Presseaussendung der Verlagsgruppe NEWS Mediaprint widerspricht ihren eigenen Aussendungen:

Wien (OTS) - o In einer Woche fünf grobe Verstöße gegen österreichisches Wettbewerbsrecht
o Mediaprint wegen Wettbewerbsverstößen fünf Mal exekutiert
o Heutige Verletzung des Wettbewerbsrechts in der Mediaprint-Illustrierten 'TV' einer der gröbsten Verstöße in letzter Zeit =

Die Mediaprint hat ihre Aussendungen zu angeblichen
Verstößen des NEWS-Verlages gegen das österreichische Wettbewerbsgesetz in dieser Woche selbst ad absurdum geführt.

Laut Zwischenbericht der NEWS-Anwälte hat der Mediaprint-Konzern alleine in dieser Woche fünf Mal mit Gewinnspielen und verbotenen Zugaben gegen das Wettbewerbsgesetz und gerichtlich erlassene Einstweilige Verfügungen verstoßen.

Die NEWS-Anwälte haben deshalb in dieser Woche bereits fünf Mal Exekutionen (jeweils in der Höhe von S 160.000,--) gegen Mediaprint-Titel geführt.

Sonntag, Montag und Dienstag veröffentlichte die Kronen Zeitung ein Urlaubs-Gewinnspiel mit Einsende-Coupons, obwohl sie gegen genau dieselben Gewinnspiele in NEWS eine Einstweilige Verfügung beantragt hat und ihr Gewinnspiele dieser Art bereits seit längerer Zeit durch Einstweilige Verfügung verboten sind.

Donnerstag erfolgte (trotz rechtsgültiger Einstweiliger Verfügung) eine Ankündigung einer Zugabe.

Der Höhepunkt der Verstöße gegen das österreichische Wettbewerbsgesetz durch die Mediaprint wurde heute, Freitag, erreicht, als die Fernseh-Illustrierte 'TV' mit einem vom österreichischen Wettbewerbsgesetz verbotenen - und der Mediaprint durch Einstweilige Verfügung bereits untersagten - Gewinnspiel erschien.

Das Gewinnspiel in der Mediaprint-Illustrierten 'TV' stellt insofern den bisher schwersten Verstoß gegen das österreichische Wettbewerbsgesetz dar, als sich dieses Gewinnspiel in expliziter Form gegen die Mitbewerber 'tele' und 'TV-Media' richtet und somit nicht nur wettbewerbswidrig, sondern für die beiden Konkurrenzmedien auch geschäftsstörend ist.

Der fortgesetzte Verstoß der Mediaprint gegen das Wettbewerbsrecht zeigt somit eindeutig, daß mit den Klagen gegen den NEWS-Verlag die Pressefreiheit in Österreich eingeschränkt werden soll.
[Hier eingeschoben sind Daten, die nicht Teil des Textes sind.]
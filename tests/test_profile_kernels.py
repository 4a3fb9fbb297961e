"""The stacked signal profile (``toy_model.profile_signal``) on a power-law background,
compiled (``stats/profile_kernels.py``) and numpy paths alike, against iminuit fits of a
binned Poisson NLL written out in this test."""

from __future__ import annotations

import numpy as np
import pytest
from scipy import stats

from peaksift import MassHistogram
from peaksift.stats import scan
from peaksift.stats.scan_inputs import _prepare_model
from peaksift.stats.toys import profile_signal

WINDOW = (100.0, 400.0)
SIGMA = 2.5


def _masses(seed: int = 11) -> np.ndarray:
    """x^-3 on the window by inverse CDF, plus 150 events of a Gaussian at 250 GeV."""
    rng = np.random.default_rng(seed)
    lo, hi = WINDOW
    u = rng.random(30_000)
    x = (lo**-2 - u * (lo**-2 - hi**-2)) ** -0.5
    return np.concatenate([x, rng.normal(250.0, SIGMA, 150)])


class _RawPowerLawNLL:
    """Extended binned Poisson NLL, independent of peaksift: nu_i = s F_sig,i + b F_bkg,i
    over the used bins, NLL = sum(nu_i - n_i ln nu_i) (Cowan et al., Eur. Phys. J. C 71
    (2011) 1554, sec. 2).  The signal is a Gaussian of fixed mean and width truncated to the
    window (scipy.stats.norm.cdf); the background x^-k on the window, bin fractions from
    its elementary integral (x^(1-k) - lo^(1-k)) / (hi^(1-k) - lo^(1-k))."""

    errordef = 0.5

    def __init__(self, edges, counts, used, mass):
        self.edges, self.n, self.used = np.asarray(edges, float), np.asarray(counts, float), used
        c = stats.norm.cdf(self.edges, mass, SIGMA)
        self.f_sig = (np.diff(c) / (c[-1] - c[0]))[used]

    def __call__(self, s, b, k):
        p = self.edges ** (1.0 - k)
        nu = s * self.f_sig + b * (np.diff(p) / (p[-1] - p[0]))[self.used]
        if np.any(nu <= 0):
            return 1e30
        return float(np.sum(nu - self.n[self.used] * np.log(nu)))


def _iminuit(cost, ntot, s_fixed=None):
    """(background-only NLL, s+b NLL, s_hat, sigma_s[, NLL at s_fixed]) by MIGRAD (+HESSE)."""
    from iminuit import Minuit

    bkg = Minuit(cost, s=0.0, b=ntot, k=3.0)
    bkg.fixed["s"] = True
    bkg.migrad()
    sb = Minuit(cost, s=10.0, b=bkg.values["b"], k=bkg.values["k"])
    sb.migrad()
    sb.hesse()
    assert bkg.valid and sb.valid
    out = [bkg.fval, sb.fval, sb.values["s"], sb.errors["s"]]
    if s_fixed is not None:
        fx = Minuit(cost, s=s_fixed, b=sb.values["b"], k=sb.values["k"])
        fx.fixed["s"] = True
        fx.migrad()
        assert fx.valid
        out.append(fx.fval)
    return out


@pytest.mark.parametrize("numpy_path", [False, True])
@pytest.mark.parametrize("blind", [None, (300.0, 320.0)])
def test_power_law_profile_matches_iminuit(monkeypatch, numpy_path, blind):
    """q0, the signal yield and its error at masses across the window (the injected peak,
    a deficit, the ends), blinded or not, and the profile NLL at a fixed signal, against
    iminuit on the raw cost above (the scan's compiled call is ``profile_calls.scan_rows``,
    the stacked calls ``profile_rows``).  Tolerances as in test_scan: |dq0| < 0.02 + 1e-3 q0,
    |ds| < 0.01 sigma_s, sigma_s to 1 %, the fixed-signal Delta NLL to 0.01 + 1e-3."""
    if numpy_path:
        monkeypatch.setenv("PEAKSIFT_NUMPY_COST", "1")
    x = _masses()
    h = MassHistogram(bins=300, range=WINDOW).fill(x)
    counts, edges = np.histogram(x, bins=300, range=WINDOW)
    masses = np.array([110.0, 180.0, 250.0, 270.0, 390.0])
    res = lambda m: np.full_like(np.asarray(m, float), SIGMA)
    r = scan(h, "gaussian", "powerlaw", masses, resolution=res, refit=False, blind=blind)
    model, _, _ = _prepare_model(h, "gaussian", "powerlaw", masses, resolution=res,
                                 window=None, natural_width=None, blind=blind,
                                 signal_params=None, bins=None)
    used = model.used
    seen_zero = False
    s_fix = np.empty(masses.size)
    ref_fixed = np.empty(masses.size)
    ref_free = np.empty(masses.size)
    for j, m in enumerate(masses):
        cost = _RawPowerLawNLL(edges, counts, used, m)
        b0, f_sb, s_hat, s_err, *_ = _iminuit(cost, float(counts[used].sum()))
        s_fix[j] = s_hat + 2.0 * s_err
        *_, f_fix = _iminuit(cost, float(counts[used].sum()), s_fixed=s_fix[j])
        ref_free[j], ref_fixed[j] = f_sb, f_fix
        q0 = max(2.0 * (b0 - f_sb), 0.0) if s_hat > 0 else 0.0
        seen_zero |= q0 == 0.0
        assert abs(r.q0[j] - q0) < 0.02 + 1e-3 * q0, (m, r.q0[j], q0)
        assert abs(r.signal_yield[j] - s_hat) < 0.01 * s_err, (m, r.signal_yield[j], s_hat)
        assert r.signal_yield_error[j] == pytest.approx(s_err, rel=0.01), m
    assert r.q0[2] > 9.0 and seen_zero
    start = {"theta_start": np.repeat(model.theta[None, :], masses.size, axis=0),
             "b_start": np.full(masses.size, model.bkg_yield)}
    free = profile_signal(model, model.counts, model.fractions, **start)
    fixed = profile_signal(model, model.counts, model.fractions, s_fixed=s_fix, **start)
    assert fixed["converged"].all() and free["converged"].all()
    d_ours = fixed["nll"] - free["nll"]
    d_ref = ref_fixed - ref_free
    np.testing.assert_allclose(d_ours, d_ref, rtol=1e-3, atol=0.01)
    np.testing.assert_allclose(d_ref, 2.0, rtol=0.2)  # two errors away: Delta NLL ~ 2


def test_borrowed_array_reads_and_writes_the_same_elements():
    """profile_kernels.borrowed (an array without its reference count, the Newton loop's
    arguments to its helpers) against numpy itself (outside reference: numpy's indexing of
    the same strided view): a helper summing and writing through the borrowed array of a
    non-contiguous 2-d view sees numpy's elements (exact) and writes where numpy does;
    the original keeps its reference count."""
    import sys

    from numba import njit

    from peaksift.stats.profile_kernels import borrowed

    @njit
    def helper(a, out):
        t = 0.0
        for i in range(a.shape[0]):
            for j in range(a.shape[1]):
                t += a[i, j] * (i + 1) + j
                a[i, j] = -a[i, j]
        out[0] = t

    @njit
    def outer(a, out):
        helper(borrowed(a), borrowed(out))

    base = np.arange(60.0).reshape(6, 10) ** 1.5
    view = base[1::2, ::3]
    expected = float(sum(view[i, j] * (i + 1) + j for i in range(view.shape[0])
                         for j in range(view.shape[1])))
    flipped = -view.copy()
    out = np.zeros(1)
    refs = sys.getrefcount(base)
    outer(view, out)
    assert out[0] == expected
    np.testing.assert_array_equal(view, flipped)
    assert sys.getrefcount(base) == refs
Die Mediaprint will ganz offensichtlich dem NEWS-Verlag per Gericht jene Marketingmaßnahmen (etwa Gewinnspiele) verbieten, die sie selbst in exzessiver Form durchführt.

Die Behauptung der Mediaprint, nur der NEWS-Verlag würde 'vorsätzlich' gegen das UWG-Gesetz verstoßen hat sich damit bereits binnen einer Woche von selbst ad absurdum geführt. In der vorliegenden Woche gibt es deutlich mehr Verstöße der Mediaprint gegen das Wettbewerbsgesetz als vom NEWS-Verlag.